Другая Франция: народные массы

Несмотря на процесс обуржуазивания, Франция по-прежнему остается крестьянской страной, хотя и с широким спектром социального расслоения: от крупного землевладельца, наживающегося на продаже сельскохозяйственной продукции, до мелкого арендатора, положение которого порой весьма плачевно. Правда, и это тоже неоспоримый факт, деревня подвергается засилью нотаблей: потомственного дворянства и новоиспеченных землевладельцев. На эту тенденцию указывают все префекты, ее учитывает и правительство.

Две категории выигрывают от роста сельскохозяйственного производства и сложившейся в ходе войны конъюнктуры: крупный землевладелец и поденщик. Благодаря капиталам и плодородным почвам землевладелец богатеет и в неурожайные годы, такие, например, как 1801-й. В обычное же время он извлекает выгоду из расширения рынков сбыта, которыми обеспечивает его наполеоновская армия. «Наши победы, раздвигая границы Империи, благоприятствуют продаже сельскохозяйственной продукции, — замечает в своих мемуарах Кайо. — И вот половодье пшеницы затопило народы, скудные земли которых не могли обеспечить вызревание тучных нив». Замечание справедливое, если говорить только о севере и востоке, не имея в виду атлантическое побережье.
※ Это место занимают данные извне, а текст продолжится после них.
/// \file c(w, w') and S(w, w') of the coarse-grained and the universal equation against brute integrals by
/// Boost.Math 1.74 (adaptive Gauss-Kronrod) and against identities.

#include "runtime/bath/pair_function.h"

#include <boost/math/quadrature/gauss_kronrod.hpp>
#include <catch2/catch.hpp>
#include <cmath>

#include "runtime/bath/correlation.h"
#include "runtime/bath/shift.h"

using namespace tarn::runtime;
using Eigen::ArrayXd;
using Complex = std::complex<double>;

namespace {

ThermalBath pair_bath(SpectralDensity density, double theta) {
  auto bath = ThermalBath::make(std::move(density), theta);
  REQUIRE(bath.has_value());
  return *bath;
}

const Tabulated kPairRows{{0.0, 3.0, 5.0, 9.0, 20.0}, {0.0, 0.3, 1.0, 0.2, 0.0}};

double pair_rate(const ThermalBath& bath, double w) { return bath.rate(ArrayXd::Constant(1, w))[0]; }

template <class F>
double kronrod(F&& f, double a, double b, unsigned depth = 3) {
  return boost::math::quadrature::gauss_kronrod<double, 31>::integrate(f, a, b, depth, 1e-10);
}

/// G by the integral over x that defines it.
Complex averaged_by_quadrature(const ThermalBath& bath, double window, double w, double other) {
  const CorrelationFunction c(bath);
  const double d = other - w;
  const auto value = [&](double x) {
    const double kernel = d == 0.0 ? window - x : 2.0 * std::sin(0.5 * d * (window - x)) / d;
    return c.at(x) * std::polar(kernel / window, 0.5 * (w + other) * x);
  };
  Complex sum = 0.0;
  for (double b = window; b > 1e-13 * window; b *= 0.5)
    sum += Complex(kronrod([&](double x) { return value(x).real(); }, 0.5 * b, b), kronrod([&](double x) { return value(x).imag(); }, 0.5 * b, b));
  return sum;
}

/// f by the integral that defines it, the pole taken off by pairing +x with -x, cut at all kinks.
double root_by_quadrature(const ThermalBath& bath, double a, double b, std::vector<double> kinks, double far) {
  const auto g = [&](double y) { return std::sqrt(pair_rate(bath, y)); };
  std::vector<double> edges;
  for (double x = far; x > 1e-11; x *= 0.5) edges.push_back(x);
  for (const double k : kinks)
    for (const double w : {a, b}) edges.push_back(std::abs(k - w));
  std::erase_if(edges, [](double x) { return x < 1e-12; });
  std::sort(edges.begin(), edges.end());
  double sum = 0.0;
  for (std::size_t i = 0; i + 1 < edges.size(); ++i)
    if (edges[i + 1] > edges[i])
      sum += kronrod([&](double x) { return (g(a + x) * g(b + x) - g(a - x) * g(b - x)) / x; }, edges[i], edges[i + 1]);
  return -sum / (2 * M_PI);
}

struct AveragedCase {
  SpectralDensity density;
  double theta;
};
const std::vector<AveragedCase>& averaged_cases() {
  static const std::vector<AveragedCase> kCases = {
      {{PowerLaw{0.001, 50.0, 1.0}}, 1.5}, {{PowerLaw{0.001, 50.0, 1.0}}, 0.0}, {{Drude{0.01, 8.0}}, 1.5}, {{Drude{0.01, 8.0}}, 0.0},
      {{LorentzianPeak{0.3, 20.0, 0.5}}, 1.5}, {{kPairRows}, 1.5}, {{kPairRows}, 0.0}, {{PowerLaw{0.001, 50.0, 1.0}, LorentzianPeak{0.1, 6.0, 0.2}}, 1.5}};
  return kCases;
}

}  // namespace

// Phys. Rev. A 88, 012103 (2013): the integral over x, by Boost.
TEST_CASE("coarse-grained: c and S are the parts of G") {
  for (const auto& [density, theta] : averaged_cases()) {
    const ThermalBath bath = pair_bath(density, theta);
    const double lambda = bath.reorganisation();
    const PairFunctions pair = averaged_pair(bath, 2.0, 60.0);
    CAPTURE(density[0].index(), density.size(), theta, pair.rate.error() / lambda, pair.shift.error() / lambda);
    CHECK(pair.rate.error() < 1e-9 * lambda);
    CHECK(pair.shift.error() < 1e-9 * lambda);
    CHECK(pair.rate.values().minCoeff() > 0.0);
    for (const auto& [w, other] : {std::pair(0.0, 0.0), {-60.0, 60.0}, {2.0, 2.001}, {-4.0, 17.3}}) {
      const Complex g = averaged_by_quadrature(bath, 2.0, w, other);
      CAPTURE(w, other);
      CHECK(std::abs(pair.rate(w, other) - 2.0 * g.real()) < 1e-8 * lambda);
      CHECK(std::abs(pair.shift(w, other) - g.imag()) < 1e-8 * lambda);
      CHECK(pair.rate(w, other) == Approx(pair.rate(other, w)).margin(1e-12 * lambda));
    }
  }
}

// Phys. Rev. A 78, 022106 (2008): iint over the square of C(t1 - t2) with phases; the shift has sgn(t1 - t2)/2i. Midpoint
// rule of 400 x 400 points on a smooth C (super-ohmic), Richardson with 200 x 200.
TEST_CASE("coarse-grained: the double integral over the window") {
  const ThermalBath bath = pair_bath({PowerLaw{0.01, 3.0, 3.0}}, 1.0);
  const double window = 1.5, w = 2.0, other = -1.3;
  const CorrelationFunction c(bath);
  const auto brute = [&](int count) {
    // By differences t1 - t2 and their mean: c = (1/Ta) iint exp(i w t1 - i w' t2) C(t1 - t2).
    const double h = window / count;
    std::vector<Complex> at(static_cast<std::size_t>(count));
    for (int k = 0; k < count; ++k) at[static_cast<std::size_t>(k)] = c.at(k * h);
    Complex rate = 0.0, shift = 0.0;
    for (int i = 0; i < count; ++i)
      for (int j = 0; j < count; ++j) {
        const double t1 = (i + 0.5) * h - 0.5 * window, t2 = (j + 0.5) * h - 0.5 * window;
        const Complex value = i >= j ? at[static_cast<std::size_t>(i - j)] : std::conj(at[static_cast<std::size_t>(j - i)]);
        const Complex term = h * h / window * value * std::polar(1.0, w * t1 - other * t2);
        rate += term;
        shift += Complex(0.0, -0.5) * (i == j ? 0.0 : i > j ? 1.0 : -1.0) * term;
      }
    return std::pair(rate, shift);
  };
  const auto [rate, shift] = brute(400);
  const auto [rate2, shift2] = brute(200);
  const PairFunctions pair = averaged_pair(bath, window, 5.0);
  const Complex c_brute = rate + (rate - rate2) / 3.0;
  const Complex s_brute = shift + (shift - shift2) / 3.0;
  const double lambda = bath.reorganisation();
  CHECK(std::abs(c_brute - pair.rate(w, other)) < 1e-6 * lambda);
  CHECK(std::abs(s_brute - pair.shift(w, other)) < 1e-6 * lambda);
}

// Phys. Rev. A 88, 012103 (2013): c(w, w') = (Ta/2 pi) int dv gamma(v) sinc[(w - v)Ta/2] sinc[(w' - v)Ta/2].
TEST_CASE("coarse-grained: the form with sinc") {
  const ThermalBath bath = pair_bath({PowerLaw{0.001, 5.0, 1.0}}, 1.5);
  const double window = 2.0;
  const PairFunctions pair = averaged_pair(bath, window, 20.0);
  const auto sinc = [](double x) { return std::abs(x) < 1e-8 ? 1.0 : std::sin(x) / x; };
  for (const auto& [w, other] : {std::pair(1.0, 1.0), {2.0, -3.0}, {0.4, 5.0}}) {
    double sum = 0.0;
    for (double v = -60.0; v < 240.0; v += 1.0)
      sum += kronrod([&](double x) { return pair_rate(bath, x) * sinc(0.5 * window * (w - x)) * sinc(0.5 * window * (other - x)); }, v, v + 1.0);
    CHECK(pair.rate(w, other) == Approx(sum * window / (2 * M_PI)).epsilon(1e-9));
  }
}

// Phys. Rev. A 88, 012103 (2013): Davies is the limit, the difference falls as 1/Ta, as do the terms off the diagonal.
TEST_CASE("coarse-grained: a long window gives gamma and S") {
  const ThermalBath bath = pair_bath({Drude{0.01, 8.0}}, 1.5);
  const double w = 2.0;
  const double exact_rate = pair_rate(bath, w), exact_shift = ShiftFunction(bath).at(w);
  const PairFunctions shorter = averaged_pair(bath, 20.0, 6.0);
  const PairFunctions longer = averaged_pair(bath, 40.0, 6.0);
  CHECK((shorter.rate(w, w) - exact_rate) / (longer.rate(w, w) - exact_rate) == Approx(2.0).epsilon(1e-6));
  CHECK((shorter.shift(w, w) - exact_shift) / (longer.shift(w, w) - exact_shift) == Approx(2.0).epsilon(1e-6));
  CHECK(std::abs(longer.rate(w, -w)) < 4.0 * exact_rate / (2 * w * 40.0));
}

TEST_CASE("universal: c is exact and S(w, w) is the shift") {
  struct Case {
    SpectralDensity density;
    double w_max;
    double allowed;  // of lambda
  };
  const Case cases[] = {{{PowerLaw{0.001, 50.0, 1.0}}, 40.0, 1e-8}, {{Drude{0.01, 8.0}}, 40.0, 1e-9},
                        {{LorentzianPeak{0.3, 6.0, 4.0}}, 12.0, 1e-7}, {{kPairRows}, 12.0, 1e-3}};
  for (const auto& [density, w_max, allowed] : cases) {
    const ThermalBath bath = pair_bath(density, 1.5);
    const double lambda = bath.reorganisation();
    const PairFunctions pair = root_pair(bath, w_max);
    CAPTURE(density[0].index(), pair.shift.error() / lambda, pair.shift.rank());
    CHECK(pair.rate.rank() == 1);
    CHECK(pair.rate.values()[0] == 1.0);
    CHECK(pair.rate.error() == 0.0);
    CHECK(pair.shift.error() < allowed * lambda);
    const ShiftFunction shift(bath);
    for (const double u : {-0.93, -0.4, -0.01, 1e-4, 0.02, 0.31, 0.77, 1.0}) {
      const double w = u * w_max;
      CAPTURE(w);
      CHECK(pair.rate(w, 2.0) == Approx(std::sqrt(pair_rate(bath, w) * pair_rate(bath, 2.0))).epsilon(1e-13));
      CHECK(std::abs(pair.shift(w, w) - shift.at(w)) < std::max(4.0 * pair.shift.error(), 1e-10 * lambda));
    }
  }
}

// Phys. Rev. B 102, 115109 (2020): the principal value, by Boost.
TEST_CASE("universal: S is the principal value of its definition") {
  struct Case {
    SpectralDensity density;
    double far, allowed;
  };
  // The Drude tail beyond `far` is below 1e-9.
  const Case cases[] = {{{PowerLaw{0.001, 10.0, 1.0}}, 600.0, 3e-8}, {{Drude{0.01, 8.0}}, 1e12, 1e-8}};
  for (const auto& [density, far, allowed] : cases) {
    const ThermalBath bath = pair_bath(density, 1.5);
    const PairFunctions pair = root_pair(bath, 20.0);
    for (const auto& [a, b] : {std::pair(1.0, 4.0), {-3.0, 7.0}, {2.0, 2.1}}) {
      CAPTURE(density[0].index(), a, b);
      CHECK(std::abs(pair.shift(a, b) - root_by_quadrature(bath, a, b, {0.0}, far)) < allowed * bath.reorganisation());
      CHECK(pair.shift(a, b) == Approx(pair.shift(b, a)).margin(1e-12));
    }
  }
}

TEST_CASE("factors come for many frequencies; no bath has rank zero") {
  const ThermalBath bath = pair_bath({Drude{0.01, 8.0}}, 1.5);
  const PairFunctions pair = averaged_pair(bath, 1.0, 30.0);
  std::vector<double> w;
  for (int i = 0; i <= 36; ++i) w.push_back(-30.0 + 60.0 * i / 36);
  const Eigen::MatrixXd u = pair.shift.factors(w);
  REQUIRE(u.rows() == 37);
  REQUIRE(u.cols() == pair.shift.rank());
  for (int i = 0; i < 37; i += 5)
    for (int j = 0; j < 37; j += 7)
      CHECK((u.row(i).array() * u.row(j).array() * pair.shift.values().transpose().array()).sum() == Approx(pair.shift(w[static_cast<std::size_t>(i)], w[static_cast<std::size_t>(j)])).epsilon(1e-12).margin(1e-15));
  const ThermalBath none = pair_bath({}, 1.5);
  CHECK(averaged_pair(none, 1.0, 30.0).rate.rank() == 0);
  CHECK(root_pair(none, 30.0).shift.factors(w).cols() == 0);
}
Что касается поденщика, этого деревенского пролетария, на долю которого приходится от 60 до 70 процентов всего сельского населения, то он извлекает свою выгоду из нехватки рабочей силы, вызванной увеличением рекрутских наборов. Обусловленный ими рост заработной платы достигает за период с 1798 по 1815 год 20 процентов. И так как его благосостояние растет, он время от времени претендует на роль (правда, весьма скромную) покупателя при очередной распродаже национального имущества. Префект департамента Вар Фоше говорит о поденщиках, которые «благодаря экономии и не слишком разорительным сделкам» приобрели небольшое поле для обработки в сверхурочное время. В округе Прован из 84 тысяч гектаров пахотных земель 34 680 гектаров обрабатывали 6 271 человек. Они были взяты на учет в ходе переписи населения. Хотя это покажется странным, некоторые поденщики нанимают слуг, пастухов и извозчиков. Они явно выбиваются в люди, раздражая окружающих. «Поденщики ведут себя дерзко и вызывающе с тех пор, как цена на них возросла в результате рекрутских наборов», — констатирует автор статистического отчета департамента Нор. Стремясь не допустить чрезмерного роста заработной платы, правительство запретило слугам и сезонным рабочим (жнецам, сборщикам винограда) объединяться в союзы.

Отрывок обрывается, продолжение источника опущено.